» **Exercise instructions**
How many lines of the listing below hold the word "font"? Answer with the number alone.

» **Data for review**
/** `compact` lists each pass in lines instead of a wide table, for narrow pages (the verify page). */
export function JobWelds({ record, system, compact = false }: { record: JobRecord; system: System; compact?: boolean }) {
  const welds = record.steps.filter((s) => s.kind === "weld");
  if (!welds.length) return <p className="card p-4">No weld joints on this checklist.</p>;
  const len = defaultPadUnit("length", system);
  return (
    <div className="space-y-4" data-testid="welds">
      {welds.map((s) => {
        const spec = s.spec as Weld;
        const joint = s.joint;
        const state = joint?.state ?? "welding";
        return (
          <section key={s.id} className="card p-4" aria-labelledby={`joint-${s.id}`} data-testid={`joint-${spec.jointId}`}>
            <div className="flex flex-wrap items-center justify-between gap-2">
              <h3 id={`joint-${s.id}`} className="text-lg font-bold">
                <span className="figures">{spec.jointId}</span> · {s.title}
              </h3>
              <span className="flex items-center gap-2">
                <StatusBadge tone={JOINT_STATE_TONES[state]} testId="joint-state">{JOINT_STATE_LABELS[state]}</StatusBadge>
                {joint ? <span className="text-sm text-graphite-700">{joint.state === "accepted" ? `${joint.rounds.length} round${joint.rounds.length === 1 ? "" : "s"}` : `round ${joint.round}`}</span> : null}
              </span>
            </div>
            <p className="mt-1 text-sm text-graphite-800">
              {spec.jointType} {show("length", spec.sizeMm, len)} × {show("length", spec.lengthMm, len)} · {spec.position} · {spec.process} · WPS <span className="figures">{spec.wpsRef}</span> · {spec.filler} · preheat at least {show("temperature", spec.minPreheatC, defaultPadUnit("temperature", system))}
            </p>
            {joint?.uncovered.length ? (
              <ul className="mt-2 rounded border-2 border-verdict-warn bg-verdict-warnbg p-2 text-sm font-semibold text-verdict-warn" data-testid="uncovered-passes">
                {joint.uncovered.map((u) => (
                  <li key={u.passNumber}><span aria-hidden="true">▲ </span>Pass {u.passNumber} is outside the WPS with no lead override and no dispositioned nonconformance: {u.messages.join(" ")}</li>
                ))}
              </ul>
            ) : null}
            <ol className="mt-3 space-y-3">
              {(joint?.rounds ?? []).map((r) => (
                <Round key={r.round} r={r} step={s} record={record} system={system} current={r.round === joint?.round} compact={compact} />
              ))}
            </ol>
          </section>
        );
      })}
    </div>
  );
}
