/** The viewer's continuity today for each process the job welds with, so the runner says so before a pass. */
async function viewerQualifications(x: Exec, ctx: ShopContext, parts: JobParts): Promise<QualificationSummary[]> {
  const processes = [...new Set(parts.steps.flatMap((s) => (s.spec.kind === "weld" ? [s.spec.process] : [])))];
  const today = new Date().toISOString().slice(0, 10);
  const out: QualificationSummary[] = [];
  for (const process of processes) {
    const q = await currentQualification({ shopId: ctx.shopId, welderUserId: ctx.userId, process, onDate: today }, x as DbOrTx);
    out.push({ process, ok: q.ok, reason: q.reason, lapsedOn: q.lapsedOn ?? null, expiresOn: q.expiresOn ?? null });
  }
  return out;
}

export async function getJobRecord(ctx: ShopContext, jobId: string): Promise<JobRecord> {
  return loadRecord(db(), ctx, jobId);
}

export function assertJobOpen(record: JobRecord) {
  const { status, number } = record.job;
  if (status === "released") throw new AppError("conflict", `${number} is released; its record is closed. Nothing can be changed.`);
  if (status === "void") throw new AppError("conflict", `${number} is void; nothing more is recorded on it.`);
}

type SignOffRow = typeof signOff.$inferInsert;

/**
 * The one place a sign-off is written (step sign-offs, amendments, dispositions, releases), inside the
 * transaction of its write. It is appended to the job's record chain in the same transaction, so a
 * sign-off never exists without its chain entry.
 */
export async function appendSignOff(x: Exec, values: Omit<SignOffRow, "id">): Promise<{ id: string; signedAt: Date }> {
  const [row] = await x.insert(signOff).values(values).returning({ id: signOff.id, signedAt: signOff.signedAt });
  await appendToChain(x as Parameters<typeof appendToChain>[0], row!.id);
  return row!;
}

export async function logActivity(x: Exec, row: { shopId: string; jobId: string; actorId: string | null; action: string; stepId?: string | null; detail?: Record<string, unknown> }) {
  await x.insert(jobActivity).values({ shopId: row.shopId, jobId: row.jobId, actorId: row.actorId, action: row.action, stepId: row.stepId ?? null, detail: row.detail ?? {} });
}
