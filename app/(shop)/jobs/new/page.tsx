import type { Metadata } from "next";
import Link from "next/link";
import { PageHeader } from "@/components/page-header";
import { jobFormOptions } from "@/db/queries/jobs";
import { requireShop } from "@/lib/auth/context";
import { NewJobForm } from "./_components/new-job-form";

export const metadata: Metadata = { title: "New job" };

export default async function NewJobPage() {
  const ctx = await requireShop("job:write");
  const options = await jobFormOptions(ctx.shopId);
  return (
    <>
      <PageHeader title="New job" lead="The checklist is copied from the chosen procedure version when the job is created; later versions never change it.">
        <Link href="/jobs" className="btn btn-quiet">Back to jobs</Link>
      </PageHeader>
      {options.versions.length === 0 ? (
        <p className="card p-4">No published procedure yet. A lead publishes one under Procedures first.</p>
      ) : (
        <NewJobForm options={options} />
      )}
    </>
  );
}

» **Exercise answer**
2